Der robuste Giersch kommt in Europa, Nordasien und Nordamerika vor.
Als Standort bevorzugt er feuchte Standorte, Waldränder, Gebüsche, Gärten.
Name
Der botanische Namen Aegopodium podagraria verweist uns an die Gicht. Der Gattungsname Aegopodium bezieht sich auf die dreizähligen, eiförmig gezähnten Blätter, die mit Hilfe von etwas Phantasie an Ziegenfüsse erinnern.
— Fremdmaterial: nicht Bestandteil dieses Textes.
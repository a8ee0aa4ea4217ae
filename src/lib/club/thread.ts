/**
 * One step of a find's query thread, as both sides read it: an officer's review (verify,
 * query, note), the member's answer, or a change the member made to the find between them.
 * `at` is the server's time (when it arrived there); the thread is in that order.
 */
export type ThreadEvent =
  | { kind: "review"; id: string; at: number; action: "verify" | "query" | "note"; note: string; by: string | null }
  | { kind: "answer"; id: string; at: number; note: string; by: string | null }
  | { kind: "edit"; id: string; at: number; fields: string[] }
  | { kind: "weighIn"; id: string; at: number; removed: boolean };

/** The find fields a member's change can name, worded as the thread says them. */
export const FIND_FIELD_LABELS: Record<string, string> = {
  outingId: "outing",
  claimId: "claim",
  kind: "kind",
  weightGrams: "weight",
  purity: "purity",
  depthCm: "depth",
  method: "method",
  notes: "notes",
  lat: "position",
  lon: "position",
  accuracyM: "position",
  locationSource: "position",
  foundAt: "when found",
};
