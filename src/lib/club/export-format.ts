import type { ExportRow } from "./ledger";

/** Decimals each exported number keeps: what its measurement can carry (common practice of the trade's scales and GPS). */
const PLACES: Partial<Record<keyof ExportRow, number>> = {
  weightGrams: 3,
  alloyGrams: 3,
  fineGrams: 3,
  fineLow: 3,
  fineHigh: 3,
  price: 2,
  value: 2,
  lat: 6,
  lon: 6,
  depthCm: 0,
};

/** A row's values for the CSV, numbers rounded to sensible places, the instant as ISO 8601. */
export function exportCells<K extends keyof ExportRow>(row: ExportRow, columns: readonly K[]): (string | number | boolean | null)[] {
  return columns.map((c) => {
    const v = row[c];
    if (c === "foundAt") return new Date(v as number).toISOString();
    const places = PLACES[c];
    if (typeof v === "number" && places !== undefined) return Number(v.toFixed(places));
    return v as string | number | boolean | null;
  });
}
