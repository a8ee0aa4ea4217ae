import type { LedgerSummary } from "@/lib/club/ledger";
import { royaltyDue } from "@/lib/club/royalty";
import { withoutBidiControls as plain } from "@/lib/text/safe-text";
import { PrintButton } from "./print-button";
import { ReportFigures, ReportTotals } from "./report-parts";

type Claim = {
  name: string;
  agencyRef: string | null;
  landowner: string | null;
  royaltyKind: "percent_of_value" | "grams_per_troy_ounce" | null;
  royaltyRate: number | null;
};

/**
 * The statement of a claim's production for its landowner: the period's totals, how the
 * figures were reached, the royalty the agreement sets on them, and what settles it.
 */
export function LandownerStatement({
  club,
  claim,
  claimLabel,
  period,
  summary,
  printedOn,
}: {
  club: string;
  claim: Claim;
  claimLabel: string;
  period: string;
  summary: LedgerSummary;
  printedOn: string;
}) {
  const due = royaltyDue(claim, summary);
  const terms =
    claim.royaltyKind === "percent_of_value"
      ? `${claim.royaltyRate} % of the value at the club's reference price`
      : claim.royaltyKind === "grams_per_troy_ounce"
        ? `${claim.royaltyRate} g for every troy ounce of fine gold`
        : null;
  return (
    <article className="report flex flex-col gap-4 bg-sheet p-6 print:p-0" data-testid="landowner-statement">
      <header className="flex items-start justify-between gap-4">
        <div>
          <p className="font-bold">{club}</p>
          <h1 className="text-2xl font-bold">Statement of production — {claimLabel}</h1>
          <p>
            To {claim.landowner ? plain(claim.landowner) : "the landowner"} · {period} · printed {printedOn}
          </p>
        </div>
        <PrintButton />
      </header>
      <ReportTotals summary={summary} priceToday={false} />
      <section aria-label="Royalty" className="border-b-2 border-ink pb-3" data-testid="royalty">
        <h2 className="text-lg font-bold">Royalty</h2>
        {due && terms ? (
          <p>
            The agreement sets {terms}: <span className="figure font-bold">{due.text}</span> on these estimates (at worst {due.low} to {due.high}).
          </p>
        ) : (
          <p>No royalty is recorded for this claim&apos;s agreement.</p>
        )}
      </section>
      <ReportFigures summary={summary} />
      <footer className="border-t-2 border-ink pt-2 text-sm">
        <p className="font-bold">Estimates are not assays.</p>
        <p>
          These figures are the club&apos;s estimates of fine gold from its members&apos; records. The agreement between the club and the landowner, and the
          assays or melts of what was recovered, settle what is owed; the local rules on reporting production apply.
        </p>
      </footer>
    </article>
  );
}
Aegopodium leitet sich vom griechischen „aigos“, die Ziege, und „podos“, der Fuß ab Der lateinische Artname podagraria bedeutet „die Gicht heilend“. Podagra ist eine alte Bezeichnung für Gicht. . „Podagra“ ist eine alte Bezeichnung für Gicht.
Geissfuß, Ziegenfuß, Gichtkraut, Bodenholunder, Gärtnerschreck, Podagrakraut, Zipperlekraut,…
Geschichte
Über den Giersch ist mythologisch leider kaum etwas bekannt. Der Name St. Gerhardskraut weist uns den Weg, daß Giersch schon früher als Gichtmittel bekannt war. Der Hl. Gerhard oder Gerard wurde im Mittelalter als Gichtheiliger angerufen. Vermutlich handelt es sich dabei um den 935 n. Chr. in Köln geborenen Bischof von Toul. Eine weitere Bezeichnung Bischofswurz deutet darauf hin.
Verwechslung
Mit der Waldengelwurz.
Inhaltsstoffe
Vit. C, Carotinoide, Eisen, Mangan, Kupfer, Kalium, Cumarine, Flavonglykoside (Wurzeln), Harz, Kaffeesäure, ätherisches Öl.
Heilwirkung
appetitanregend, blutstillend, schweißtreibend, entgiftend, entsäuernd, harntreibend
Nebenwirkungen/Gegenanzeigen
keine
Anwendung
innerlich:
Erkrankungen des rheumatischen Formenkreises (Gicht, Rheuma, Ischias), Stoffwechsel unterstützend bei der Frühjahrskur (löst die Ablagerungen in den Gelenken und hilft sie auszuschwemmen), Krampfadern, Nieren- und Blasenleiden, Atemwegskatarrhe. …
äußerlich:
Fußbäder
Tagesdosis
Tee innerlich: 2 Tl frische oder 1 Tl getrocknete Blätter mit einem ¼ l kochendem Wasser übergießen, tgl. 3×1 Tasse. Bad oder Umschlag: 100 g Wurzeln mit 2 l kochendem Wasser übergießen, 10 Minuten ziehen lassen und dem Badewasser zufügen. Wirkt beruhigend bei Gicht- und Ischiasschmerzen Frischsaft innerlich: lindert schmerzende Gichtknoten, 1 El täglich 3 Wochen lang.
Verwendung
Frisches oder getrocknetes Kraut, frische oder getrocknete Wurzeln, Frischpflanzenpresssaft
Heilsames
Schmerzstillendes Giersch-Fußbad (nach U. Stumpf)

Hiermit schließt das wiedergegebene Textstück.